3. The method according to claim 1 or 2, characterized in that:

the catalyst is used in an amount of 0.01-0.1:1, preferably 0.03-0.08:1, more preferably 0.05:1, calculated as palladium, based on the molar amount of indazole; the molar ratio of the metal precursor of palladium to the bisphosphine ligand is 1:0.5 to 5, preferably 1:0.8 to 3, more preferably 1: 1.

4. The method according to claim 1 or 2, characterized in that:

the molar ratio of additive to indazole is from 0.01 to 2, preferably in the range of from 0.1 to 1.2, more preferably 0.75.

5. The method according to claim 1 or 2, characterized in that:

the indazole concentration in the solvent is in the range of 0.01-1.5mol/L, preferably 0.1-1mol/L, more preferably 0.25 mol/L.

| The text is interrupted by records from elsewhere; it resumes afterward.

/// The result files that hold numbers read from the table.
const NUMBER_FILES: [&str; 5] = [
    "scores.csv",
    "loadings.csv",
    "variance.csv",
    "preprocessing.csv",
    "imputed.csv",
];

fn same_results(dir: &Path, a: &str, b: &str) {
    for file in NUMBER_FILES {
        assert!(
            fs::read(dir.join(a).join(file)).unwrap() == fs::read(dir.join(b).join(file)).unwrap(),
            "{file} differs between {a} and {b}"
        );
    }
}

#[test]
fn semicolon_decimal_comma_table_with_quoted_notes_gives_its_point_twins_bytes() {
    let dir = tempfile::tempdir().unwrap();
    let p = dir.path();
    write(p, "point.csv", &table(',', '.', None));
    write(p, "comma.csv", &table(';', ',', None));
    assert!(read(&p.join("comma.csv")).contains("\"two\nlines; with a ;"));
    for engine in ["in-memory", "passes"] {
        write(
            p,
            "point.toml",
            &recipe("point.csv", "", &format!("point-{engine}")),
        );
        write(
            p,
            "comma.toml",
            &recipe(
                "comma.csv",
                "delimiter = \";\"\ndecimal = \",\"",
                &format!("comma-{engine}"),
            ),
        );
        run(p, "point.toml", engine);
        run(p, "comma.toml", engine);
        same_results(p, &format!("point-{engine}"), &format!("comma-{engine}"));
        // Every feature was read as a number, quoted cells too.
        let loadings = read(&p.join(format!("comma-{engine}/loadings.csv")));
        for f in ["a", "b", "c", "d"] {
            assert!(loadings.contains(&format!("\n{f},")), "{loadings}");
        }
    }
    same_results(p, "comma-in-memory", "comma-passes");
    // The manifest records the mark; the point twin's has no such key.
    let manifest = read(&p.join("comma-passes/manifest.json"));
    assert!(manifest.contains("\"decimal\": \",\""), "{manifest}");
    assert!(!read(&p.join("point-passes/manifest.json")).contains("\"decimal\""));
}

#[test]
fn quoted_decimal_comma_cells_are_numbers_never_text() {
    let dir = tempfile::tempdir().unwrap();
    let p = dir.path();
    let mut text = String::from("id;a;b;q\n");
    for (id, v, _) in rows(12) {
        text.push_str(&format!(
            "{id};{};{};\"{}\"\n",
            written(v[0], ',', None),
            written(v[1], ',', None),
            written(v[3], ',', None)
        ));
    }
    write(p, "t.csv", &text);
    write(
        p,
        "t.toml",
        &recipe("t.csv", "delimiter = \";\"\ndecimal = \",\"", "out")
            .replace("exclude = [\"note\"]\n", ""),
    );
    run(p, "t.toml", "in-memory");
    let loadings = read(&p.join("out/loadings.csv"));
    assert!(loadings.contains("\nq,"), "q was not analysed:\n{loadings}");
    // A point in a decimal-comma table is an error naming the cell, not a number.
    write(
        p,
        "t.csv",
        &text.replacen(&written(rows(12)[3].1[0], ',', None), "3.5", 1),
    );
    let out = sextant(p, &["check", "t.toml"]);
    assert_eq!(out.code, 2, "{}", out.stdout);
    assert!(
        out.stderr.contains(
            "t.csv:5: column `a` has a non-numeric cell `3.5`: not a number in the table's format"
        ),
        "{}",
        out.stderr
    );
}

#[test]
fn thousands_separators_read_the_same_numbers() {
    let dir = tempfile::tempdir().unwrap();
    let p = dir.path();
    write(p, "point.csv", &table(',', '.', None));
    write(p, "dots.csv", &table(';', ',', Some('.')));
    write(p, "spaces.csv", &table(';', ',', Some(' ')));
    write(p, "commas.csv", &table(';', '.', Some(',')));
    assert!(
        read(&p.join("dots.csv")).contains(".0"),
        "some value above 1,000"
    );
    write(p, "point.toml", &recipe("point.csv", "", "point"));
    run(p, "point.toml", "in-memory");
    for (name, keys) in [
        (
            "dots",
            "delimiter = \";\"\ndecimal = \",\"\nthousands = \".\"",
        ),
        (
            "spaces",
            "delimiter = \";\"\ndecimal = \",\"\nthousands = \" \"",
        ),
        ("commas", "delimiter = \";\"\nthousands = \",\""),
    ] {
        for engine in ["in-memory", "passes"] {
            let folder = format!("{name}-{engine}");
            write(p, "t.toml", &recipe(&format!("{name}.csv"), keys, &folder));
            run(p, "t.toml", engine);
            same_results(p, "point", &folder);
        }
    }
    // A thousands separator that is the decimal mark is refused, with its line.
    write(
        p,
        "t.toml",
        &recipe(
            "dots.csv",
            "delimiter = \";\"\ndecimal = \",\"\nthousands = \",\"",
            "x",
        ),
    );
    let out = sextant(p, &["check", "t.toml"]);
    assert_eq!(out.code, 2);
    assert!(out.stderr.contains("t.toml:8:"), "{}", out.stderr);
    assert!(
        out.stderr
            .contains("input.thousands and input.decimal are both"),
        "{}",
        out.stderr
    );
}

#[test]
fn a_decimal_mark_that_is_the_delimiter_is_refused_with_its_line() {
    let dir = tempfile::tempdir().unwrap();
    let p = dir.path();
    write(p, "t.csv", &table(',', '.', None));
    write(p, "t.toml", &recipe("t.csv", "decimal = \",\"", "out"));
    let out = sextant(p, &["check", "t.toml"]);
    assert_eq!(out.code, 2, "{}", out.stdout);
    assert!(
        out.stderr
            .contains("t.toml:6:11: input.decimal = \",\" is also the field delimiter"),
        "{}",
        out.stderr
    );
    assert!(out.stderr.contains("set input.delimiter"), "{}", out.stderr);
}

#[test]
fn a_missing_code_of_one_column_applies_to_that_column_only() {
    let dir = tempfile::tempdir().unwrap();
    let p = dir.path();
    let mut text = String::from("id,a,b\n");
    for (i, (id, v, _)) in rows(20).iter().enumerate() {
        let a = if i % 7 == 3 {
            "-999".to_string()
        } else {
            written(v[0], '.', None)
        };
        let b = if i == 5 {
            "-999".to_string()
        } else {
            written(v[1], '.', None)
        };
        text.push_str(&format!("{id},{a},{b}\n"));
    }
    write(p, "t.csv", &text);
    let keys = "[input.missing_per_column]\na = [-999]";
    let body = recipe("t.csv", "", "out").replace("exclude = [\"note\"]\n", "");
    let with_codes = body.replace("\n[components]", &format!("\n{keys}\n[components]"));
    write(p, "t.toml", &with_codes);
    for engine in ["in-memory", "passes"] {
        run(p, "t.toml", engine);
        let imputed = read(&p.join("out/imputed.csv"));
        let features: Vec<&str> = imputed
            .lines()
            .skip(1)
            .map(|l| l.split(',').nth(2).unwrap())
            .collect();
        // Rows 4, 11 and 18 of column a (table rows 3, 10, 17) are filled; b's -999 is a value.
        assert_eq!(features, ["a", "a", "a"], "{engine}: {imputed}");
        let pre = read(&p.join("out/preprocessing.csv"));
        assert!(pre.contains("\na,used,3,"), "a has 3 missing cells:\n{pre}");
        assert!(pre.contains("\nb,used,0,"), "b has none:\n{pre}");
    }
    let manifest = read(&p.join("out/manifest.json"));
    assert!(manifest.contains("\"missing_per_column\""), "{manifest}");
    // An unknown column is an error naming the recipe line.
    write(
        p,
        "t.toml",
        &with_codes.replace("\na = [-999]", "\nalpha = [-999]"),
    );
    let out = sextant(p, &["check", "t.toml"]);
    assert_eq!(out.code, 2);
    assert!(
        out.stderr
            .contains("t.toml:7:1: column `alpha` is not in the header of t.csv"),
        "{}",
        out.stderr
    );
}

#[test]
fn new_detects_a_decimal_comma_and_its_recipe_runs() {
    let dir = tempfile::tempdir().unwrap();
    let p = dir.path();
    write(p, "lab.csv", &table(';', ',', None));
    let out = sextant(p, &["new", "lab.csv"]);
    assert_eq!(out.code, 0, "{}", out.stderr);
    assert!(
        out.stdout.contains("delimiter ';', decimal comma"),
        "{}",
        out.stdout
    );
    let text = read(&p.join("lab.toml"));
    let recipe: toml::Value = toml::from_str(&text).unwrap();
    assert_eq!(recipe["input"]["decimal"].as_str(), Some(","), "{text}");
    assert_eq!(recipe["input"]["delimiter"].as_str(), Some(";"), "{text}");
    let out = sextant(p, &["run", "lab.toml"]);
    assert_eq!(out.code, 0, "{}", out.stderr);
    let loadings = read(&p.join("results/lab/loadings.csv"));
    for f in ["a", "b", "c", "d"] {
        assert!(loadings.contains(&format!("\n{f},")), "{loadings}");
    }
}

#[test]
fn starter_recipe_draws_three_figures_and_takes_an_added_transform_table() {
    let dir = tempfile::tempdir().unwrap();
    let p = dir.path();
    let mut text = String::from("id,site,a,b,c\n");
    for (i, (id, v, _)) in rows(30).iter().enumerate() {
        text.push_str(&format!(
            "{id},{},{},{},{}\n",
            ["north", "south", "east"][i % 3],
            written(v[0] + 1.0, '.', None),
            written(v[1], '.', None),
            written(v[2], '.', None)
        ));
    }
    write(p, "t.csv", &text);
    let out = sextant(p, &["new", "t.csv"]);
    assert_eq!(out.code, 0, "{}", out.stderr);
    let written_text = read(&p.join("t.toml"));
    let recipe: toml::Value = toml::from_str(&written_text).unwrap();
    let plots = recipe["plot"].as_array().expect("[[plot]] tables");
    let kinds: Vec<&str> = plots.iter().map(|p| p["kind"].as_str().unwrap()).collect();
    assert_eq!(kinds, ["scree", "scores", "loadings"], "{written_text}");
    assert_eq!(plots[1]["color"].as_str(), Some("site"), "{written_text}");
    // The comments give the real order: transforms before filling.
    let prose = written_text.replace("\n# ", " ");
    assert!(!prose.contains("after missing cells are filled"), "{prose}");
    assert!(prose.contains("before missing cells are filled"), "{prose}");
    // A [transform] table appended later is not a duplicate.
    let edited = format!("{written_text}\n[transform]\nlog10 = [\"a\"]\n");
    write(p, "t.toml", &edited);
    let out = sextant(p, &["run", "t.toml"]);
    assert_eq!(out.code, 0, "{}", out.stderr);
    for figure in ["scree.svg", "scores-pc1-pc2.svg", "loadings-pc1.svg"] {
        assert!(p.join("results/t/plots").join(figure).is_file(), "{figure}");
    }
}
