pub(super) fn recipe_text(
    table: &Loaded,
    inspection: &Inspection,
    input_file: &str,
    results: &str,
) -> String {
    let rows = table.n_rows();
    let mut out = String::new();
    comment(
        &mut out,
        &format!(
            "Starter recipe written by `sextant new` from a first look at {} ({}, {}). Each setting is a suggestion with its reason and the other choices; change what does not fit the data or the question. Paths are relative to this file's folder.",
            table.file_name,
            counted(rows, "row"),
            counted(table.names.len(), "column")
        ),
    );
    let _ = writeln!(out, "#");
    comment(
        &mut out,
        "Next: `sextant check` on this file reads the table and tries every step except the decomposition; `sextant run` on it writes the results folder.",
    );
    let _ = writeln!(out, "#");
    comment(
        &mut out,
        "The steps run in this order, whatever the order of the tables below: read the table; transform the features listed in [transform] (observed cells only); drop features missing more than max_feature_missing; fill or drop the remaining missing cells (on the transformed scale); scale; compute the components; flag unusual rows; draw the [[plot]] figures.",
    );
    let _ = writeln!(out, "format = 1");
    setting(
        &mut out,
        &format!(
            "title = {}",
            toml_str(&format!("PCA of {}", table.file_name))
        ),
        "free text, carried into the manifest",
    );
    let _ = writeln!(
        out,
        "# notes = \"what the analysis is for, and what changed since the last run\""
    );

    input_section(&mut out, table, inspection, input_file);
    transform_section(&mut out, inspection, rows);
    missing_section(&mut out, table, inspection);
    scaling_section(&mut out, inspection, rows);
    let compute = components_section(&mut out, inspection, rows);
    plot_section(&mut out, inspection, compute);

    let _ = writeln!(out, "\n[output]");
    comment(
        &mut out,
        "The results folder, relative to this file. `sextant run` writes it whole, and replaces it later only for a run of the same recipe on the same data (or with --replace).",
    );
    let _ = writeln!(out, "folder = {}", toml_str(results));
    out
}

fn input_section(out: &mut String, table: &Loaded, inspection: &Inspection, input_file: &str) {
    let rows = table.n_rows();
    let _ = writeln!(out, "\n[input]");
    let _ = writeln!(out, "file = {}", toml_str(input_file));
    if table.delimiter_written {
        setting(
            out,
            &format!(
                "delimiter = {}",
                toml_str(&(table.delimiter as char).to_string())
            ),
            &format!(
                "the header splits into columns at {}",
                delimiter_text(table.delimiter)
            ),
        );
    }
    if table.decimal != b'.' {
        setting(
            out,
            &format!(
                "decimal = {}",
                toml_str(&(table.decimal as char).to_string())
            ),
            "numbers are written with a decimal comma, as in 3,14",
        );
    }
    match inspection.id() {
        Some(d) => setting(out, &format!("id = {}", toml_str(&d.name)), &d.reason),
        None => comment(
            out,
            "id: no column has a different, non-empty value in every row, so results number the rows instead. To name one: id = \"column\".",
        ),
    }
    let groups: Vec<(&str, &str)> = inspection
        .with_role(Role::Group)
        .map(|d| (d.name.as_str(), d.reason.as_str()))
        .collect();
    comment(
        out,
        &format!(
            "Groups are carried to the scores, to colour or compare rows. Rule of thumb used: a text column with at least 2 and at most max(2, min({MAX_GROUP_VALUES}, rows / {ROWS_PER_GROUP_VALUE})) different values, here {}, so that most values have several rows.",
            inspection.group_limit
        ),
    );
    if groups.is_empty() {
        comment(
            out,
            "No column fits, so there are none: groups = [\"column\", ...] adds them.",
        );
    } else {
        list(out, "groups", &groups);
    }
    let excluded: Vec<(&str, &str)> = inspection
        .with_role(Role::Excluded)
        .map(|d| (d.name.as_str(), d.reason.as_str()))
        .collect();
    if excluded.is_empty() {
        comment(
            out,
            "Nothing is excluded; exclude = [\"column\", ...] leaves columns out (names or patterns with * and ?).",
        );
    } else {
        comment(
            out,
            "Columns left out of the analysis, each with the reason. Entries are names or patterns with * and ?.",
        );
        list(out, "exclude", &excluded);
    }
    let mut missing: Vec<String> = DEFAULT_MISSING_TOKENS
        .iter()
        .map(|s| s.to_string())
        .collect();
    if inspection.extra_missing.is_empty() {
        comment(
            out,
            "Cell texts that mean \"missing\" (compared after trimming spaces). Any other text in a numeric column is an error naming the cell.",
        );
    } else {
        comment(
            out,
            "Cell texts that mean \"missing\" (compared after trimming spaces). Besides the usual ones, the table uses these in numeric columns, so they are read as missing too:",
        );
        for (token, columns) in &inspection.extra_missing {
            let shown: Vec<String> = columns.iter().take(3).map(|c| plain(c)).collect();
            let more = if columns.len() > 3 {
                format!(" and {} more", columns.len() - 3)
            } else {
                String::new()
            };
            let _ = writeln!(out, "#   {} in {}{more}", toml_str(token), shown.join(", "));
            missing.push(token.clone());
        }
        comment(
            out,
            "If one of them means \"below the detection limit\" rather than \"not measured\", filling it with the feature's mean or median overstates those cells; say so when reporting, or replace them in the data.",
        );
    }
    let quoted: Vec<String> = missing.iter().map(|m| toml_str(m)).collect();
    let _ = writeln!(out, "missing = [{}]", quoted.join(", "));
    let features = inspection.features(rows);
    comment(
        out,
        &format!(
            "Features: every numeric column not named above ({} here), in table order. To choose them yourself, list their names or patterns (such as \"*_pct\") in features = [...].",
            features.len()
        ),
    );
}

fn missing_section(out: &mut String, table: &Loaded, inspection: &Inspection) {
    let rows = table.n_rows();
    let usable = inspection.usable(rows);
    let cells = rows * usable.len();
    let empty: usize = usable.iter().map(|(_, n, _)| n.missing).sum();
    let _ = writeln!(out, "\n[missing]");
    comment(
        out,
        "What happens to a missing cell in a feature: \"mean\" fills it with the mean of the feature's observed cells, \"median\" with their median (less pulled by outliers), \"drop-rows\" leaves out every row with a missing cell. Filling pulls values to the centre and weakens correlations; preprocessing.csv in the results counts the filled cells.",
    );
    if empty == 0 {
        comment(
            out,
            "No cell of the features is missing in this table, so the method matters only for other data.",
        );
    } else {
        let columns: Vec<&Vec<String>> = usable
            .iter()
            .filter_map(|(d, _, _)| table.names.iter().position(|n| *n == d.name))
            .map(|j| &table.cells[j])
            .collect();
        let complete = (0..rows)
            .filter(|&r| {
                columns
                    .iter()
                    .all(|c| parse_number(&c[r], table.decimal).is_some())
            })
            .count();
        comment(
            out,
            &format!(
                "Here {empty} of {cells} cells ({} %) of the features that are kept are missing; {complete} of {rows} rows are complete, which is what \"drop-rows\" would keep.",
                pct(empty as f64 / cells as f64)
            ),
        );
    }
    let _ = writeln!(out, "method = \"mean\"");
    let dropped: Vec<String> = inspection
        .features(rows)
        .into_iter()
        .filter(|(_, _, share)| *share > MAX_FEATURE_MISSING)
        .map(|(d, _, share)| format!("{} ({} % missing)", plain(&d.name), pct(share)))
        .collect();
    let which = if dropped.is_empty() {
        "No feature here misses that much.".to_string()
    } else {
        format!(
            "That drops {}; raise the limit to keep it, at the price of more filled cells.",
            dropped.join(", ")
        )
    };
    comment(
        out,
        &format!(
            "A feature missing a larger share of its cells than this is dropped and reported (rule of thumb: filling more than 30 % of a column invents too much of it). {which}"
        ),
    );
    let _ = writeln!(out, "max_feature_missing = {MAX_FEATURE_MISSING}");
}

6. The method according to claim 1 or 2, characterized in that:

one or more of 2-methyl-1, 3-butadiene or substituted 2-methyl-1, 3-butadiene (2) is used in an amount of 0.5 to 10 times, preferably 3 to 7 times, more preferably 5 times the molar amount of indazole;

the reaction temperature is between 25 and 120 ℃, preferably between 60 and 90 ℃, and more preferably 80 ℃;

the reaction time is between 0.5 and 36h, preferably between 12 and 28h, more preferably 24 h.

7. The method according to claim 1 or 2, characterized in that:

and (3) monitoring the reaction system by using a point plate, and after the reaction is finished, spin-drying the solvent and carrying out column chromatography to obtain a target product 3.